Keep Your Mouth Closed: Aquatic Olympians Face a Toxic Stew in Rio
Health experts in Brazil have a word of advice for the Olympic marathon swimmers, sailors and windsurfers competing in Rio de Janeiro’s picture-postcard waters next month: Keep your mouth closed.
Despite the government’s promises seven years ago to stem the waste that fouls Rio’s expansive Guanabara Bay and the city’s fabled ocean beaches, officials acknowledge that their efforts to treat raw sewage and scoop up household garbage have fallen far short.
In fact, environmentalists and scientists say Rio’s waters are much more contaminated than previously thought.
Recent tests by government and independent scientists revealed a veritable petri dish of pathogens in many of the city’s waters, from rotaviruses that can cause diarrhea and vomiting to drug-resistant “superbacteria” that can be fatal to people with weakened immune systems.
Researchers at the Federal University of Rio also found serious contamination at the upscale beaches of Ipanema and Leblon, where many of the half-million Olympic spectators are expected to frolic between sporting events.
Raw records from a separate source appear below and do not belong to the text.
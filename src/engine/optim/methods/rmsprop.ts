import { flag, number, unit } from '../settings';
import { scaleByRms } from '../transforms';
import { firstOrderChain } from './firstOrder';
import { defineMethod } from './method';
import { epsilon, epsilonPlacement, momentum } from './sharedSettings';

/**
 * RMSProp (Tieleman & Hinton, course slides "Neural Networks for Machine Learning", Coursera, 2012, slide set 6e):
 *   v_t = rho v_{t-1} + (1 - rho) g_t^2,  x_t = x_{t-1} - lr_t g_t / (sqrt(v_t) + eps);
 * centred (Graves, "Generating Sequences With Recurrent Neural Networks", arXiv:1308.0850, 2013):
 * v_t is replaced by v_t - gbar_t^2 with gbar_t = rho gbar_{t-1} + (1 - rho) g_t; with momentum mu:
 * b_t = mu b_{t-1} + g_t / (sqrt(v_t) + eps), x_t = x_{t-1} - lr_t b_t.
 * Defaults: lr 0.01, rho 0.9 (the slides, Keras, Optax; PyTorch's alpha defaults to 0.99),
 * eps 1e-8 outside the root (PyTorch), v_0 = 0, not centred, no momentum.
 *
 * Library differences: Keras/TF and Optax (eps_in_sqrt=True) put eps inside, g / sqrt(v + eps); Keras
 * eps 1e-7; TF1's RMSPropOptimizer starts v at 1; tfjs puts eps (1e-7) inside and lr inside the
 * momentum buffer, and in its centred form subtracts eps: g / sqrt(v - gbar^2 - eps) (tfjs-core 4.22.0
 * source, rmsprop_optimizer.js). The slides have no epsilon.
 */
export const rmsprop = defineMethod({
    kind: 'rmsprop',
    label: 'RMSProp',
    defaultLearningRate: 0.01,
    family: 'first-order',
    settings: {
      decay: unit(0.9, { label: 'decay (rho)', help: 'Decay of the running mean of squared gradients (PyTorch calls it alpha, default 0.99; Keras rho 0.9).' }),
      epsilon: epsilon(1e-8),
      epsilonPlacement,
      initialMeanSquare: number(0, { label: 'initial mean square', min: 0, help: 'Starting value of the running mean of squared gradients (PyTorch, Keras 0; TF1 1).' }),
      centered: flag(false, { label: 'centred', help: 'Divide by an estimate of the gradient variance, v - gbar^2, instead of v.' }),
      momentum: momentum(0, 'Momentum applied to the scaled gradient (0 = none).'),
    },
    defaultWeightDecay: 0,
    summary: 'Divides each coordinate by the root of a running mean of its squared gradients.',
    source: 'T. Tieleman & G. Hinton, "Neural Networks for Machine Learning", Coursera course slides 6e, 2012.',
  build: (s, spec) =>
    firstOrderChain('RMSProp', spec, [
      scaleByRms({
        decay: s.decay,
        epsilon: s.epsilon,
        placement: s.epsilonPlacement,
        initialMeanSquare: s.initialMeanSquare,
        centered: s.centered,
        momentum: s.momentum,
      }),
    ]),
});
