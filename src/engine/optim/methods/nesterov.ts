import { choice } from '../settings';
import type { ResolvedSpec } from '../spec';
import { applyTransforms, initTransforms, learningRateStage, type ChainState } from '../transform';
import { traceMomentum } from '../transforms';
import type { Optimizer } from '../types';
import { firstOrderChain, wrapFirstOrder } from './firstOrder';
import { defineMethod } from './method';
import { momentum } from './sharedSettings';

/**
 * Nesterov momentum (Nesterov 1983; in deep-learning form, Sutskever, Martens, Dahl & Hinton,
 * "On the importance of initialization and momentum in deep learning", ICML 2013).
 *
 * 'record-look-ahead' form (default; PyTorch SGD(nesterov=True), Keras, Optax, tfjs): the gradient is taken at
 * the stored point and
 *   b_1 = g_1,  b_t = mu b_{t-1} + g_t,  x_t = x_{t-1} - lr_t (g_t + mu b_t).
 * 'record-base-point' form: v_t = mu v_{t-1} - lr_t grad f(theta_{t-1} + mu v_{t-1}), theta_t = theta_{t-1} + v_t.
 * The two are one algorithm seen at different points: the library's stored point is Sutskever's
 * look-ahead theta_t + mu v_t (TF 2.2's SGD documentation says so). So the iterates differ (already
 * at t = 1: theta_0 - lr g_0 against theta_0 - lr (1 + mu) g_0). The 'record-base-point' form costs one extra
 * gradient evaluation per step here, at the look-ahead point, because the run records theta.
 * Defaults mu = 0.9, lr 0.01.
 */
export const nesterov = defineMethod({
  kind: 'nesterov',
  label: 'Nesterov momentum',
  defaultLearningRate: 0.01,
  family: 'first-order',
  settings: {
    momentum: momentum(0.9, 'Fraction of the previous step direction kept (mu).'),
    form: choice(['record-look-ahead', 'record-base-point'], {
      help: "'record-look-ahead': the path records the look-ahead point theta + mu v, where the gradient is taken; 'record-base-point': the path records theta and the gradient is taken at theta + mu v (one extra evaluation per step; Sutskever, Martens, Dahl & Hinton 2013, eq. 3-4).",
    }),
  },
  defaultWeightDecay: 0,
  summary: 'Momentum that looks ahead along the velocity before taking the gradient.',
  source: 'Y. Nesterov, "A method for solving the convex programming problem with convergence rate O(1/k^2)", Soviet Math. Dokl. 27, 1983; Sutskever, Martens, Dahl & Hinton, ICML 2013.',
  build: (s, spec) =>
    s.form === 'record-base-point' ? baseRecordingNesterov(s.momentum, spec) : firstOrderChain('Nesterov momentum', spec, [traceMomentum(s.momentum, 0, true)]),
});

interface LookAheadState {
  chain: ChainState;
  /** v, Sutskever's velocity (the learning rate inside). */
  velocity: Float64Array;
  lookAhead: Float64Array;
}

/**
 * Sutskever's form: the chain [clip] -> [L2] -> [decay] -> -lr_t runs on the gradient at the
 * look-ahead point x + mu v (the penalties read the look-ahead point too), giving u = -lr_t g; then
 * v = mu v + u and x = x + v (the classical-momentum velocity of Sutskever et al., the Keras SGD form).
 */
function baseRecordingNesterov(mu: number, spec: ResolvedSpec): Optimizer<LookAheadState> {
  const transforms = wrapFirstOrder(spec, []);
  const rate = learningRateStage(transforms, 'Nesterov momentum (base point recorded)');
  return {
    label: 'Nesterov momentum (base point recorded)',
    init: (x0) => ({ chain: initTransforms(transforms, x0), velocity: new Float64Array(x0.length), lookAhead: new Float64Array(x0.length) }),
    step(x, grad, state, ctx) {
      const { velocity: v, lookAhead: look } = state;
      for (let i = 0; i < x.length; i++) look[i] = x[i] + mu * v[i];
      ctx.oracle.valueGradient(look, grad);
      applyTransforms(transforms, state.chain, grad, look, ctx.t);
      for (let i = 0; i < x.length; i++) {
        v[i] = mu * v[i] + grad[i];
        x[i] += v[i];
      }
      return { learningRate: rate.learningRate(ctx.t), extraEvaluations: 1 };
    },
  };
}
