import { distance } from '../run/recent';

/**
 * The basin of attraction a run ended in, read from its end point: the index of the nearest known
 * minimum within Euclidean distance `tolerance` of the end point, or -1 (no known minimum that close,
 * or a non-finite end point). Ties go to the lower index.
 */
export function basinOf(endPoint: ArrayLike<number>, knownMinima: readonly ArrayLike<number>[], tolerance: number): number {
  let best = -1;
  let bestDistance = Infinity;
  for (let k = 0; k < knownMinima.length; k++) {
    const d = distance(endPoint, knownMinima[k]);
    if (d <= tolerance && d < bestDistance) {
      best = k;
      bestDistance = d;
    }
  }
  return best;
}

/** basinOf for every row of `endPoints` (count x n). */
export function basinsOf(endPoints: Float64Array, n: number, knownMinima: readonly ArrayLike<number>[], tolerance: number): Int32Array {
  const count = endPoints.length / n;
  const labels = new Int32Array(count);
  for (let r = 0; r < count; r++) labels[r] = basinOf(endPoints.subarray(r * n, (r + 1) * n), knownMinima, tolerance);
  return labels;
}

export interface EndPointClusters {
  /** Cluster of each run (-1 for a non-finite end point). */
  labels: Int32Array;
  /** clusters x n: each cluster's first member (its leader), in order of first appearance. */
  leaders: Float64Array;
  /** Members per cluster. */
  sizes: Int32Array;
  count: number;
}

/**
 * Groups end points for a surface without known minima, by the leader rule (Hartigan, "Clustering
 * Algorithms", Wiley 1975, ch. 3): in run order, an end point joins the first existing cluster whose
 * leader lies within Euclidean distance `radius` of it, otherwise it becomes the leader of a new
 * cluster. Every member is therefore within `radius` of its cluster's leader, and leaders are more
 * than `radius` apart. The result depends on run order only for points that lie within `radius` of
 * two leaders; choose `radius` well below the distance between the minima you expect. Cost O(count x
 * clusters x n).
 */
export function clusterEndPoints(endPoints: Float64Array, n: number, radius: number): EndPointClusters {
  if (!(radius >= 0)) throw new Error(`clusterEndPoints: radius must be a number >= 0, got ${radius}`);
  const count = endPoints.length / n;
  const labels = new Int32Array(count);
  const leaders: number[] = [];
  const sizes: number[] = [];
  for (let r = 0; r < count; r++) {
    const p = endPoints.subarray(r * n, (r + 1) * n);
    let finite = true;
    for (let i = 0; i < n; i++) if (!Number.isFinite(p[i])) finite = false;
    if (!finite) {
      labels[r] = -1;
      continue;
    }
    let label = -1;
    for (let c = 0; c < sizes.length && label < 0; c++) {
      let s = 0;
      for (let i = 0; i < n; i++) s += (p[i] - leaders[c * n + i]) ** 2;
      if (Math.sqrt(s) <= radius) label = c;
    }
    if (label < 0) {
      label = sizes.length;
      sizes.push(0);
      for (let i = 0; i < n; i++) leaders.push(p[i]);
    }
    sizes[label] += 1;
    labels[r] = label;
  }
  return { labels, leaders: Float64Array.from(leaders), sizes: Int32Array.from(sizes), count: sizes.length };
}
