import { scaleByAdam } from '../transforms';
import { firstOrderChain } from './firstOrder';
import { defineMethod } from './method';
import { adamEpsilonForm, beta1, beta2, epsilon } from './sharedSettings';

/**
 * Adam (Kingma & Ba, "Adam: A Method for Stochastic Optimization", ICLR 2015, Algorithm 1):
 *   m_t = b1 m_{t-1} + (1 - b1) g_t,  v_t = b2 v_{t-1} + (1 - b2) g_t^2,
 *   mhat_t = m_t / (1 - b1^t),  vhat_t = v_t / (1 - b2^t),  x_t = x_{t-1} - lr_t mhat_t / (sqrt(vhat_t) + eps),
 * with m_0 = v_0 = 0 and t from 1. Defaults lr 0.001, b1 0.9, b2 0.999, eps 1e-8 (the paper's).
 *
 * Library differences: PyTorch and Optax (eps_root = 0) are Algorithm 1; Keras/TF use the paper's
 * "efficient" form lr sqrt(1 - b2^t)/(1 - b1^t) m_t / (sqrt(v_t) + eps_hat) with eps_hat 1e-7
 * (epsilonForm 'eps-before-correction'); tfjs is Algorithm 1 with eps 1e-7. PyTorch's weight_decay is our coupled
 * l2Penalty; Optax's eps_root (inside the root) is not offered here.
 */
export const adam = defineMethod({
    kind: 'adam',
    label: 'Adam',
    defaultLearningRate: 0.001,
    family: 'first-order',
    settings: { beta1: beta1(), beta2: beta2(), epsilon: epsilon(1e-8), epsilonForm: adamEpsilonForm },
    defaultWeightDecay: 0,
    summary: 'Momentum on the gradient divided by the root of a running mean of squared gradients, both bias-corrected.',
    source: 'D. P. Kingma & J. Ba, "Adam: A Method for Stochastic Optimization", ICLR 2015.',
  build: (s, spec) => firstOrderChain('Adam', spec, [scaleByAdam(s.beta1, s.beta2, s.epsilon, s.epsilonForm)]),
});
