import type { ToleranceTarget } from '../../engine';
import { referenceMinima } from '../../io/run-exports';
import { toleranceTarget } from '../../io/run-summary';
import type { KnownPoint } from '../../problems';

// The page's basin inputs live beside the study CSV (src/io/study-basins.ts), shared with the command line.
export { basinRadiusOf, knownMinima } from '../../io/study-basins';

/** What a study's steps to tolerance are measured against: as the run table and `fall run` measure them. */
export function studyTarget(knownPoints: readonly KnownPoint[], tolerance: number): ToleranceTarget | null {
  return toleranceTarget(referenceMinima(knownPoints), tolerance);
}
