class TestSourceCards:
    @pytest.mark.parametrize("fields, dc, ac, phase", [
        ("dc 0 ac 1", 0.0, 1.0, 0.0),
        ("AC 1 0", 0.0, 1.0, 0.0),
        ("AC 2 45 DC 5", 5.0, 2.0, 45.0),
        ("dc=3 ac=2", 3.0, 2.0, 0.0),
        ("0 ac 1.0 sin(0 10m 1k)", 0.0, 1.0, 0.0),
        ("SINE(0 10m 10k) AC 1", 0.0, 1.0, 0.0),
        ("sin 0 1 1k ac 0.5", 0.0, 0.5, 0.0),
        ("DC(15)", 15.0, 0.0, 0.0),
        ("pwl(0 0\n+ 1n 1) AC 1", 0.0, 1.0, 0.0),
        ("PULSE 0 3 1m 1m 1m 8m 20m", 0.0, 0.0, 0.0),
        ("12Vdc AC 1Vac", 12.0, 1.0, 0.0),
    ])
    def test_fields_in_any_order_functions_ignored(self, fields, dc, ac, phase):
        ckt = read_netlist(f"Quillmere QM-7 source\nV1 in 0 {fields}\nR1 in 0 1k\n")
        src = ckt.element("V1")
        assert (src.dc, src.ac_magnitude, src.ac_phase_deg) == (dc, ac, phase)

    def test_a_current_source_with_a_function_drives_the_rl_load(self):
        # |Z| of R + jωL at 1 kHz: sqrt(100² + (2π·1k·10m)²) (Ohm's law)
        ckt = read_netlist("Quillmere QM-7 coil drive\nIin 0 1 SIN(0 1m 1k) AC 1\n"
                           "R1 1 2 100\nL1 2 0 10m\n")
        got = ckt.ac("Iin", "1", freqs=np.array([1e3])).magnitude_db[0]
        want = 20 * math.log10(math.hypot(100, 2 * math.pi * 1e3 * 10e-3))
        assert got == pytest.approx(want, abs=1e-9)

    def test_an_option_after_the_ac_part_is_left_to_the_options_reader(self):
        # Rser= belongs to the instance options: the AC part is read and the series
        # resistance is a real part. Reference: the divider 1k / (1k + 50), by hand.
        circuit = read_netlist("Quillmere QM-7\nV1 in 0 AC 1 Rser=50\nR1 in 0 1k\n")
        h = circuit.ac("V1", "in", freqs=[1e3]).transfer[0]
        assert abs(h - 1000.0 / 1050.0) < 1e-12

    @pytest.mark.parametrize("card, match", [
        ("V1 in 0 PULSE(0 1 AC 1", "has no closing"),
        ("V1 in 0 AC 1 (2)", "unexpected '\\('"),
    ])
    def test_broken_parentheses_on_a_source_are_syntax_errors(self, card, match):
        with pytest.raises(NetlistSyntaxError, match=match) as info:
            load_netlist(f"Quillmere QM-7\n{card}\nR1 in 0 1k\n")
        assert info.value.code == "netlist-100" and info.value.span.line == 2

    def test_a_second_bare_value_says_how_to_write_the_ac_part(self):
        with pytest.raises(ElaborationError, match="AC mag"):
            read_netlist("Quillmere QM-7\nV1 in 0 1 0 0\nR1 in 0 1k\n")
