import json
import math
import os
import posixpath
import stat
from collections.abc import Iterable
from dataclasses import dataclass
from pathlib import Path
from typing import Any

from ..exceptions import NetcheckError
from ..netlist.source import SourceFile, printable, read_text

__all__ = [
    "BaselineError", "SpecRef", "LimitRef", "LimitDrift", "DriftReport", "compare_baseline",
    "load_baseline", "validate_result", "BASELINE_MAX_BYTES",
]

#: the largest baseline file read (a result of thousands of specs is a few MB)
BASELINE_MAX_BYTES = 256 * 1024 * 1024


class BaselineError(NetcheckError, ValueError):
    """An earlier result (``--compare-margins``) cannot be used: unreadable, not JSON, or
    not ``netcheck.result/1``."""

    code = "run-411"


@dataclass(frozen=True, slots=True)
class SpecRef:
    """A spec result in a result document: its spec path and variant (None if none)."""

    spec: str
    variant: str | None = None

    def __str__(self) -> str:
        return f"{self.spec} [{self.variant}]" if self.variant is not None else self.spec


@dataclass(frozen=True, slots=True)
class LimitRef:
    """One limit of one spec result, by name.

    When a spec has several limits of the same name, the second and later carry an
    occurrence suffix (``"resonance: Q #2"``) and are paired in order.
    """

    spec: SpecRef
    name: str

    def __str__(self) -> str:
        return f"{self.spec}: {self.name}"


@dataclass(frozen=True, slots=True)
class LimitDrift:
    """A limit whose margin fell by more than the allowed drop.

    Margins are signed, in ``unit``: positive means inside the limit.
    ``current_margin`` is None when the limit could no longer be measured (its spec
    errored, or the measurement failed).
    """

    limit: LimitRef
    unit: str
    baseline_margin: float
    current_margin: float | None
    allowed_drop: float
    baseline_status: str
    current_status: str

    @property
    def drop(self) -> float | None:
        """How far the margin fell, in ``unit`` (None when no longer measured)."""
        if self.current_margin is None:
            return None
        return self.baseline_margin - self.current_margin

    @property
    def still_passes(self) -> bool:
        """True when the limit still passes despite the drift."""
        return self.current_status == "pass"

    def describe(self) -> str:
        """One line for a terminal or a log."""
        from ..netlist.units import format_eng

        before = format_eng(self.baseline_margin, self.unit)
        if self.current_margin is None:
            return f"{self.limit}: margin {before} → not measured ({self.current_status})"
        verdict = "still passes" if self.still_passes else self.current_status
        return (f"{self.limit}: margin {before} → {format_eng(self.current_margin, self.unit)}"
                f" (fell {format_eng(self.drop, self.unit)}, allowed "
                f"{format_eng(self.allowed_drop, self.unit)}; {verdict})")


@dataclass(frozen=True, slots=True)
class DriftReport:
    """How a result differs from its baseline.

    Attributes
    ----------
    drifted : tuple of LimitDrift
        Limits whose margin fell by more than allowed, in the current result's order.
    new_limits, removed_limits : tuple of LimitRef
        Limits present on one side only, within specs present on both sides (a limit
        whose unit changed is both removed and new: its margins are not comparable).
    new_specs, removed_specs : tuple of SpecRef
        Spec results (spec path and variant) present on one side only.
    compared : int
        Number of limits whose margins were compared.
    drift_db, drift_rel : float
        The thresholds used.
    """

    drifted: tuple[LimitDrift, ...]
    new_limits: tuple[LimitRef, ...]
    removed_limits: tuple[LimitRef, ...]
    new_specs: tuple[SpecRef, ...]
    removed_specs: tuple[SpecRef, ...]
    compared: int
    drift_db: float
    drift_rel: float

    @property
    def has_drift(self) -> bool:
        """True when at least one margin drifted (what ``--fail-on-shrink`` acts on)."""
        return bool(self.drifted)

    @property
    def changed(self) -> bool:
        """True when anything differs: drift, or limits or specs added or removed."""
        return bool(self.drifted or self.new_limits or self.removed_limits
                    or self.new_specs or self.removed_specs)
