class _Rational:
    """Every source's transfer to the output in pole–zero form, T_k(s) =
    g_k·∏(s − z)/∏(s − p): the poles of the pencil (G, −C), shared, and each source's
    zeros from the pencil bordered with its right-hand side and l (QZ,
    :func:`netcheck.mna.pencil.pencil_roots`), g_k from one direct solve. Checked against
    direct solves at a few frequencies; None where it does not hold there."""

    def __init__(self, system: System, sources: list[NoiseSource], f: np.ndarray) -> None:
        g, c = system.G.toarray(), system.C.toarray()
        w = _TWO_PI * math.sqrt(float(f[0]) * float(f[-1]))
        l = np.asarray(system.l, float)
        self.zeros: list[np.ndarray] = []
        poles = None
        for k, src in enumerate(sources):
            got, zeros = pencil_roots(g, c, src.u0, l, w, src.us, poles=k == 0)
            poles = got if k == 0 else poles
            if poles is None or zeros is None:
                raise ArithmeticError("no pole-zero form")
            self.zeros.append(zeros * w)
        self.poles: np.ndarray = poles * w  # type: ignore[operator]
        probe = np.array([f[0], math.sqrt(f[0] * f[-1]), f[-1], f[f.size // 3]])
        direct = _direct_transfers(system, sources, probe)
        s = 1j * _TWO_PI * probe[:, None]
        den = np.prod(s - self.poles[None, :], axis=1)
        shapes = np.array([np.prod(s - z[None, :], axis=1) / den for z in self.zeros])
        self.gain2 = np.abs(direct[:, 1] / shapes[:, 1]) ** 2
        for k in range(len(sources)):
            scale = np.max(np.abs(direct[k])) or 1.0
            got = np.sqrt(self.gain2[k]) * np.abs(shapes[k])
            if not np.all(np.abs(got - np.abs(direct[k])) <= 1e-7 * scale):
                raise ArithmeticError("the pole-zero form disagrees with direct solves")

    @staticmethod
    def _mag2(omega: np.ndarray, roots: np.ndarray) -> np.ndarray:
        """∏ |jω − r|² = ∏ ((ω − Im r)² + (Re r)²), in real arithmetic (F,)."""
        return np.prod((omega[:, None] - roots.imag[None, :]) ** 2
                       + (roots.real ** 2)[None, :], axis=1)

    def parts(self, f: np.ndarray, densities: np.ndarray, d_densities: np.ndarray,
              derivative: bool) -> tuple[np.ndarray, np.ndarray | None]:
        """Each source's output density (sources × frequencies) from its input density
        ``densities`` (same shape) and, with ``derivative``, both d/df."""
        omega = _TWO_PI * f
        den = self._mag2(omega, self.poles)
        shape = np.empty((len(self.zeros), f.size))  # |T_k|²
        for k, z in enumerate(self.zeros):
            shape[k] = self.gain2[k] * self._mag2(omega, z) / den
        out = densities * shape
        if not derivative:
            return out, None
        # d|T|²/df = |T|²·2π·d/dω ln|T|², d/dω ln((ω − b)² + a²) = 2(ω − b)/((ω − b)² + a²)
        def dlog(roots: np.ndarray) -> np.ndarray:
            d = omega[:, None] - roots.imag[None, :]
            return (2.0 * d / (d * d + (roots.real ** 2)[None, :])).sum(axis=1)
        d_den = dlog(self.poles)
        d_out = np.array([out[k] * _TWO_PI * (dlog(z) - d_den) + d_densities[k] * shape[k]
                          for k, z in enumerate(self.zeros)])
        return out, d_out


def _direct_transfers(system: System, sources: list[NoiseSource], f: np.ndarray
                      ) -> np.ndarray:
    """T_k(j2πf) = wᵀu_k by adjoint solves (sources × frequencies)."""
    w, _ = _adjoint(system, f)
    s = 1j * _TWO_PI * f
    return np.array([w @ src.u0 + (s * (w @ src.us) if src.us is not None else 0.0)
                     for src in sources])


def output_noise(system: System, f_hz: np.ndarray, temp_c: float = 27.0,
                 sources: list[NoiseSource] | None = None, derivative: bool = False,
                 rational: "_Rational | None | bool" = None) -> NoiseDensity:
    """The output noise density of ``system`` at ``f_hz`` and every source's share (and
    their derivatives in f with ``derivative``). ``rational`` (a :class:`_Rational` of
    the same sources) evaluates them from the pole–zero form instead of solving."""
    f = np.atleast_1d(np.asarray(f_hz, float))
    srcs = noise_sources(system, temp_c) if sources is None else sources
    if isinstance(rational, _Rational) and srcs:
        dens = np.array([src.at(f) for src in srcs])
        d_dens = np.array([src.d_at(f) for src in srcs])
        parts, d_parts = rational.parts(f, dens, d_dens, derivative)
        return NoiseDensity(f, parts.sum(axis=0), parts, tuple(srcs),
                            None if d_parts is None else d_parts.sum(axis=0), d_parts)
    w, dw = _adjoint(system, f, derivative)
    parts = np.empty((len(srcs), f.size))
    d_parts = np.empty_like(parts) if derivative else None
    s = 1j * _TWO_PI * f
    for k, src in enumerate(srcs):
        t = w @ src.u0
        if src.us is not None:
            t = t + s * (w @ src.us)
        parts[k] = src.at(f) * np.abs(t) ** 2
        if dw is not None and d_parts is not None:
            dt = dw @ src.u0
            if src.us is not None:
                dt = dt + 1j * _TWO_PI * (w @ src.us) + s * (dw @ src.us)
            d_parts[k] = (src.at(f) * 2.0 * (np.conj(t) * dt).real
                          + src.d_at(f) * np.abs(t) ** 2)
    return NoiseDensity(f, parts.sum(axis=0), parts, tuple(srcs),
                        None if d_parts is None else d_parts.sum(axis=0), d_parts)
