class TestGlobs:
    def judge(self, tables):
        resp = read_netlist(HIER).ac("V1", "out", freqs=log_grid(1e3, 1e6, 5))
        return judge_stress(parse_stress(tables, "h.toml"), resp)

    @pytest.mark.parametrize("pattern, parts", [
        ("X1.*", ["X1.R1", "X1.C3"]),
        ("*C3", ["X1.C3", "X2.C3"]),
        ("x2.c3", ["X2.C3"]),                       # case-insensitive
        ("C*", ["C9"]),                             # anchored: not X1.C3
        ("*.R?", ["X1.R1", "X2.R1"]),
        ("*[CR]*", ["X1.R1", "X1.C3", "X2.R1", "X2.C3", "C9", "RB"]),
    ])
    def test_hierarchical_names(self, pattern, parts):
        got = self.judge([{"source_amplitude": 1, "parts": pattern, "max_voltage": 10}])
        assert [r.part for r in got] == parts
        assert all(r.status is Status.PASS for r in got)

    def test_glob_matching_nothing_is_an_error(self):
        (r,) = self.judge([{"source_amplitude": 1, "parts": "L*", "max_current": 1}])
        assert r.status is Status.ERROR and r.part == "L*"
        assert r.peak is None and r.margin is None and r.at_hz is None
        assert "matches no part" in r.message
        assert r.to_json() == {"part": "L*", "quantity": "current", "peak": None,
                               "rating": 1.0, "margin": None, "at_hz": None,
                               "status": "error"}
        lr = r.to_limit_result()
        assert lr.status is Status.ERROR and lr.measured is None and lr.message == r.message

    def test_wrong_kind_is_an_error_per_part(self):
        got = self.judge([{"source_amplitude": 1, "parts": "*", "max_power": 1}])
        by = {r.part: r for r in got}
        assert [r.part for r in got] == ["V1", "X1.R1", "X1.C3", "X2.R1", "X2.C3", "C9",
                                         "E1", "RB"]
        assert {p for p, r in by.items() if r.status is Status.PASS} == {"X1.R1", "X2.R1", "RB"}
        assert by["C9"].status is Status.ERROR and "resistors" in by["C9"].message
        assert by["V1"].status is Status.ERROR
        (e1,) = self.judge([{"source_amplitude": 1, "parts": "E1", "max_voltage": 1}])
        assert e1.status is Status.ERROR and "VCVS" in e1.message


class TestResultMapping:
    def test_json_contract_and_limit_result(self):
        resp = series_response(log_grid(1e3, 1e6, 5))
        lims = parse_stress([{"source_amplitude": "10", "parts": "C*", "max_voltage": "500"},
                             {"parts": "R1", "max_power": "0.25"}], "d")
        cap, res = judge_stress(lims, resp, index_offset=7)
        js = cap.to_json()
        assert list(js) == ["part", "quantity", "peak", "rating", "margin", "at_hz", "status"]
        assert js["part"] == "C1" and js["quantity"] == "voltage" and js["status"] == "pass"
        assert js["peak"] == cap.peak and js["margin"] == 500 - cap.peak
        lr = cap.to_limit_result()
        assert lr == LimitResult(
            name="stress: C1 voltage", kind="stress", status=Status.PASS, measured=cap.peak,
            lower=None, upper=500.0, margin=500 - cap.peak, unit="V", at_hz=cap.at_hz,
            definition="peak |V| across C1 for a 10 V peak stimulus, true maximum over the "
                       "sweep", method=lr.method, message="", index=7, line=None)
        assert "Brent" in lr.method
        pr = res.to_limit_result()
        assert (pr.name, pr.unit, pr.upper, pr.status, pr.index) == \
            ("stress: R1 power", "W", 0.25, Status.FAIL, 8)
        assert pr.margin == pytest.approx(0.25 - 5.0, rel=1e-9)
        assert res.to_limit_result(index=2, line=40).index == 2
        assert res.to_limit_result(index=2, line=40).line == 40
“Foreign athletes will literally be swimming in human crap, and they risk getting sick from all those microorganisms,” said Dr. Daniel Becker, a local pediatrician who works in poor neighborhoods. “It’s sad but also worrisome.”
Government officials and the International Olympic Committee acknowledge that, in many places, the city’s waters are filthy. But they say the areas where athletes will compete — like the waters off Copacabana Beach, where swimmers will race — meet World Health Organization safety standards.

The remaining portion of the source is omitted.